Add OTP support

[C0ntroller]

Pull Request

Description

This PR will add OTP support to TUfast where the secret is stored, and the values automatically filled on login.

Although this makes 2FA kinda useless, the fact that 2FA will be forced, and that this feature was requested multiple times means it should be added.
Also, currently the really critical logins (HISQIS/jExam/Selma) are not even secured by 2FA.

References

Closes #127

Type of change

• Bug fix (non-breaking change which fixes a bug)
• New feature (non-breaking change which adds functionality)
• Breaking change (fix or feature that might cause existing functionality to not work as expected)

Further info

• This change requires a documentation update
• I updated the documentation accordingly, if required
• I commented my code where its useful

Testing

We have 1500+ Users. Please test your changes thoroughly.

• Tested my changes on Firefox
• Tested my changes on Chromium-Based-Browsers
• Successfully run npm run test locally

Additional Information

When testing this, please be careful when creating new tokens!! Always save them in another location!

[OliEfr]

Thank you very much - I will get it to test it on Chrome.

[Nix-da]

Hi, I testet it in Chrome (Version 120.0.6099.224) and the new 2FA auto login worked.
I testet it on my Windows 11 Laptop and my Windows 10 PC and succsessfully logged 3 times on all of those plattforms: Opal, Self Service Portal, OpalExam, OpalExam2 and OpalExam3.

Furtheremore I reviewed the code changes a bit and everything looks fine to me. It reuses many functions of the username-password auto login, which already proofed to work.

I just have some notes regarding its usability:

• On OpalExam 1-3 the automatic selection of "TU Dresden" is not working. I did not test if this is a problem of this branch or if this does not work on the current release aswell.
• There really needs to be a hint somewhere on how to save the token in TUFast. I expected to find another input field below username and password in the settings. I only found out that you have to generate a new token while reviewing the code.

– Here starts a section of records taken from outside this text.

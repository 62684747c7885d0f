import { type Mark, moved } from './marks.js';
import type { Slug } from './slug.js';

export interface PageFrame {
  readonly widthPt: number;
  readonly heightPt: number;
  readonly marginPt: { readonly top: number; readonly right: number; readonly bottom: number; readonly left: number };
}

export interface SetPage {
  readonly marks: readonly Mark[];
}

export const bodyHeight = (frame: PageFrame) => frame.heightPt - frame.marginPt.top - frame.marginPt.bottom;
export const bodyWidth = (frame: PageFrame) => frame.widthPt - frame.marginPt.left - frame.marginPt.right;

/**
 * Puts the pieces on pages. Pieces that are to stay together move to the next page together where they
 * fit on one; a table that goes on over a page shows its head again.
 */
export function makePages(slugs: readonly Slug[], frame: PageFrame): SetPage[] {
  const { top, left } = frame.marginPt;
  const bottom = frame.heightPt - frame.marginPt.bottom;
  const pages: Mark[][] = [[]];
  let y = top;
  let atTop = true;

  const put = (slug: Slug) => {
    for (const mark of slug.marks) pages.at(-1)?.push(moved(mark, left, y));
    y += slug.heightPt;
    atTop = false;
  };
  const turn = (first: Slug) => {
    pages.push([]);
    y = top;
    atTop = true;
    // Where both do not fit on one page, the matter matters more than its head.
    if (first.head && first.head.heightPt + first.heightPt <= bodyHeight(frame)) put(first.head);
  };

  for (let index = 0; index < slugs.length; ) {
    const group = together(slugs, index);
    const height = group.reduce((sum, slug) => sum + slug.heightPt, 0);
    const fitsAPage = height + (group[0]?.head?.heightPt ?? 0) <= bodyHeight(frame);
    if (y + height <= bottom + 0.01) {
      for (const slug of group) if (!(slug.air && atTop)) put(slug);
    } else if (fitsAPage && !atTop) {
      const first = group[0];
      if (first?.air) {
        // Air at the break is swallowed by it.
        index += 1;
        continue;
      }
      if (first) turn(first);
      for (const slug of group) put(slug);
    } else {
      for (const slug of group) {
        if (y + slug.heightPt > bottom + 0.01 && !atTop) turn(slug);
        if (!(slug.air && atTop)) put(slug);
      }
    }
    index += group.length;
  }
  return pages.map((marks) => ({ marks }));
}

function together(slugs: readonly Slug[], from: number): Slug[] {
  const group: Slug[] = [];
  for (let index = from; index < slugs.length; index += 1) {
    const slug = slugs[index];
    if (!slug) break;
    group.push(slug);
    // Air inside a group does not part it: a heading keeps its table across the gap.
    if (!slug.keepWithNext && !(slug.air && group.length > 1)) break;
  }
  return group;
}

Just adding a small text panel below the selma-password input field for this would help a lot.

[Nix-da]

Also - when adding the Add On to chrome - this throws an error in contentScripts/login/opalHome.js:32 (clickLogin):

Refused to run the JavaScript URL because it violates the following Content Security Policy directive: "script-src 'self' 'wasm-unsafe-eval' 'inline-speculation-rules' http://localhost:* http://127.0.0.1:*". Either the 'unsafe-inline' keyword, a hash ('sha256-...'), or a nonce ('nonce-...') is required to enable inline execution. Note that hashes do not apply to event handlers, style attributes and javascript: navigations unless the 'unsafe-hashes' keyword is present.

I am not sure what that even means, but i does not seem to have impact on functionality.

[C0ntroller]

On OpalExam 1-3 the automatic selection of "TU Dresden" is not working. I did not test if this is a problem of this branch or if this does not work on the current release aswell.

We do not inject any scripts into OpalExam for obvious reasons. So works as intended.

Also - when adding the Add On to chrome - this throws an error in contentScripts/login/opalHome.js:32 (clickLogin):

Refused to run the JavaScript URL because it violates the following Content Security Policy directive: "script-src 'self' 'wasm-unsafe-eval' 'inline-speculation-rules' http://localhost:* http://127.0.0.1:*". Either the 'unsafe-inline' keyword, a hash ('sha256-...'), or a nonce ('nonce-...') is required to enable inline execution. Note that hashes do not apply to event handlers, style attributes and javascript: navigations unless the 'unsafe-hashes' keyword is present.

I am not sure what that even means, but i does not seem to have impact on functionality.

Nice catch, would've never noticed that. As you said, it has no impact on functionality in this case.
I do know what that means (the CSP is a security mechanism to specify sources for any resources) but As I honestly don't even know why the error occurs in this line, I would say this is a problem for later.

There really needs to be a hint somewhere on how to save the token in TUFast. I expected to find another input field below username and password in the settings. I only found out that you have to generate a new token while reviewing the code. Just adding a small text panel below the selma-password input field for this would help a lot.

Yes this will need to be done, thanks for pointing that out. Probably it will just be another "tab" in the login window, as layout shifts currently mean more styling issues ^^

[OliEfr]

Could and should the UI-Change (i.e. additional input field) be done in another PR, or should I leave this one open?

[C0ntroller]

Could and should the UI-Change (i.e. additional input field) be done in another PR, or should I leave this one open?

Will try to add it today.

[C0ntroller]

Nope, seems to be a bit harder as the currently established Username-Password input fields are really hard to extend.
This is more a work for @Noxdor or future me when I ever try to kill snowpack and make the settings mobile friendly ^^'

But I don't think thats too bad. Most users use TOTPs (I think? Personal experience...) and don't know where to find their secret. So saying to just generate a new token currently is the easiest way for anyone...

So @OliEfr if you want to merge do it.